* _What to produce_:
From the first line to the last, reproduce the data exactly.
>>>
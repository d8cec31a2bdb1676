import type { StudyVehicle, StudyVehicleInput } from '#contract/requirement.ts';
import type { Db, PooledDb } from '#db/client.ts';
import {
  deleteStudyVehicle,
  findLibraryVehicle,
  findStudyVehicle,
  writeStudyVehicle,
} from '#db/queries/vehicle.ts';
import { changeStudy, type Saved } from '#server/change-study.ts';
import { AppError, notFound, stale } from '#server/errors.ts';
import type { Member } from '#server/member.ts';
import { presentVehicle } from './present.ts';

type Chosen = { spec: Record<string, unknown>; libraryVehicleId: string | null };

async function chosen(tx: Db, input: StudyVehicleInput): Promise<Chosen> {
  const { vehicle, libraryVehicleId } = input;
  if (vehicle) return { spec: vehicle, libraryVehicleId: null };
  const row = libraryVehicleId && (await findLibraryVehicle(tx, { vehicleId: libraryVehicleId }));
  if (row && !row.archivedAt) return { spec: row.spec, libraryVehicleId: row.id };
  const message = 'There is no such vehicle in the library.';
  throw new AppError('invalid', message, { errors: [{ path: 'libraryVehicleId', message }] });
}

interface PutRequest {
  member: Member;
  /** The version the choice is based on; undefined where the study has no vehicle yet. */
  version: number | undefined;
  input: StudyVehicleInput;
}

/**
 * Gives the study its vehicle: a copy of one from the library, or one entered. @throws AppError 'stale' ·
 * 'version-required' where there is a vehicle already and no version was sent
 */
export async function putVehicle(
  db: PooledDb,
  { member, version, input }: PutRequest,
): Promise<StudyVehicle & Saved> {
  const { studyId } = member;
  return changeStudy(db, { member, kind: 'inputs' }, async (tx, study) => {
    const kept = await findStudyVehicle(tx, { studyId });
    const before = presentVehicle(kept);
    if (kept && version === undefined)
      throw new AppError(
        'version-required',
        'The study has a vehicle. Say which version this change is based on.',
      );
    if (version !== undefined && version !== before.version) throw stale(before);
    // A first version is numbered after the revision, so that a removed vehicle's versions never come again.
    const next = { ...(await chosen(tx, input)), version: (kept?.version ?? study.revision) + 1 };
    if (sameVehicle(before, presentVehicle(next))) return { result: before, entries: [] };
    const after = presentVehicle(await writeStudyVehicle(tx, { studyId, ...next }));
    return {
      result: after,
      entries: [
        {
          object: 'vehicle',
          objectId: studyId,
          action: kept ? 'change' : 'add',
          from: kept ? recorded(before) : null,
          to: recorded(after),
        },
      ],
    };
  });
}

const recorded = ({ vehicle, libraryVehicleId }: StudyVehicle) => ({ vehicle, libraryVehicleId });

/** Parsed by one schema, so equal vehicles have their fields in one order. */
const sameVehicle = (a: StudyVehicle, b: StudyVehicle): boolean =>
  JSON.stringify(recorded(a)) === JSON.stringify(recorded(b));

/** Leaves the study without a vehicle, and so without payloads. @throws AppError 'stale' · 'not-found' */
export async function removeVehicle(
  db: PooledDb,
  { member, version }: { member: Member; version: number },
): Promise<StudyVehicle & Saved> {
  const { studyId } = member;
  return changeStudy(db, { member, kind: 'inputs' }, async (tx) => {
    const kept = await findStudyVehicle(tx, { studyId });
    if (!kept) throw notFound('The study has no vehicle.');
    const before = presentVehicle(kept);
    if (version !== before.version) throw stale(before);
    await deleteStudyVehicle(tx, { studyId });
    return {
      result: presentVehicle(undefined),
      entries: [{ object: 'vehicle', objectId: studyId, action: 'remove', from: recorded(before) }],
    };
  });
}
<<<
* _Exercise result_:
repository d8cec31a2bdb1676
import type { StudyVehicle, StudyVehicleInput } from '#contract/requirement.ts';
import type { Db, PooledDb } from '#db/client.ts';
import {
  deleteStudyVehicle,
  findLibraryVehicle,
  findStudyVehicle,
  writeStudyVehicle,
} from '#db/queries/vehicle.ts';
import { changeStudy, type Saved } from '#server/change-study.ts';
import { AppError, notFound, stale } from '#server/errors.ts';
import type { Member } from '#server/member.ts';
import { presentVehicle } from './present.ts';

type Chosen = { spec: Record<string, unknown>; libraryVehicleId: string | null };

async function chosen(tx: Db, input: StudyVehicleInput): Promise<Chosen> {
  const { vehicle, libraryVehicleId } = input;
  if (vehicle) return { spec: vehicle, libraryVehicleId: null };
  const row = libraryVehicleId && (await findLibraryVehicle(tx, { vehicleId: libraryVehicleId }));
  if (row && !row.archivedAt) return { spec: row.spec, libraryVehicleId: row.id };
  const message = 'There is no such vehicle in the library.';
  throw new AppError('invalid', message, { errors: [{ path: 'libraryVehicleId', message }] });
}

interface PutRequest {
  member: Member;
  /** The version the choice is based on; undefined where the study has no vehicle yet. */
  version: number | undefined;
  input: StudyVehicleInput;
}

/**
 * Gives the study its vehicle: a copy of one from the library, or one entered. @throws AppError 'stale' ·
 * 'version-required' where there is a vehicle already and no version was sent
 */
export async function putVehicle(
  db: PooledDb,
  { member, version, input }: PutRequest,
): Promise<StudyVehicle & Saved> {
  const { studyId } = member;
  return changeStudy(db, { member, kind: 'inputs' }, async (tx, study) => {
    const kept = await findStudyVehicle(tx, { studyId });
    const before = presentVehicle(kept);
    if (kept && version === undefined)
      throw new AppError(
        'version-required',
        'The study has a vehicle. Say which version this change is based on.',
      );
    if (version !== undefined && version !== before.version) throw stale(before);
    // A first version is numbered after the revision, so that a removed vehicle's versions never come again.
    const next = { ...(await chosen(tx, input)), version: (kept?.version ?? study.revision) + 1 };
    if (sameVehicle(before, presentVehicle(next))) return { result: before, entries: [] };
    const after = presentVehicle(await writeStudyVehicle(tx, { studyId, ...next }));
    return {
      result: after,
      entries: [
        {
          object: 'vehicle',
          objectId: studyId,
          action: kept ? 'change' : 'add',
          from: kept ? recorded(before) : null,
          to: recorded(after),
        },
      ],
    };
  });
}

const recorded = ({ vehicle, libraryVehicleId }: StudyVehicle) => ({ vehicle, libraryVehicleId });

/** Parsed by one schema, so equal vehicles have their fields in one order. */
const sameVehicle = (a: StudyVehicle, b: StudyVehicle): boolean =>
  JSON.stringify(recorded(a)) === JSON.stringify(recorded(b));

/** Leaves the study without a vehicle, and so without payloads. @throws AppError 'stale' · 'not-found' */
export async function removeVehicle(
  db: PooledDb,
  { member, version }: { member: Member; version: number },
): Promise<StudyVehicle & Saved> {
  const { studyId } = member;
  return changeStudy(db, { member, kind: 'inputs' }, async (tx) => {
    const kept = await findStudyVehicle(tx, { studyId });
    if (!kept) throw notFound('The study has no vehicle.');
    const before = presentVehicle(kept);
    if (version !== before.version) throw stale(before);
    await deleteStudyVehicle(tx, { studyId });
    return {
      result: presentVehicle(undefined),
      entries: [{ object: 'vehicle', objectId: studyId, action: 'remove', from: recorded(before) }],
    };
  });
}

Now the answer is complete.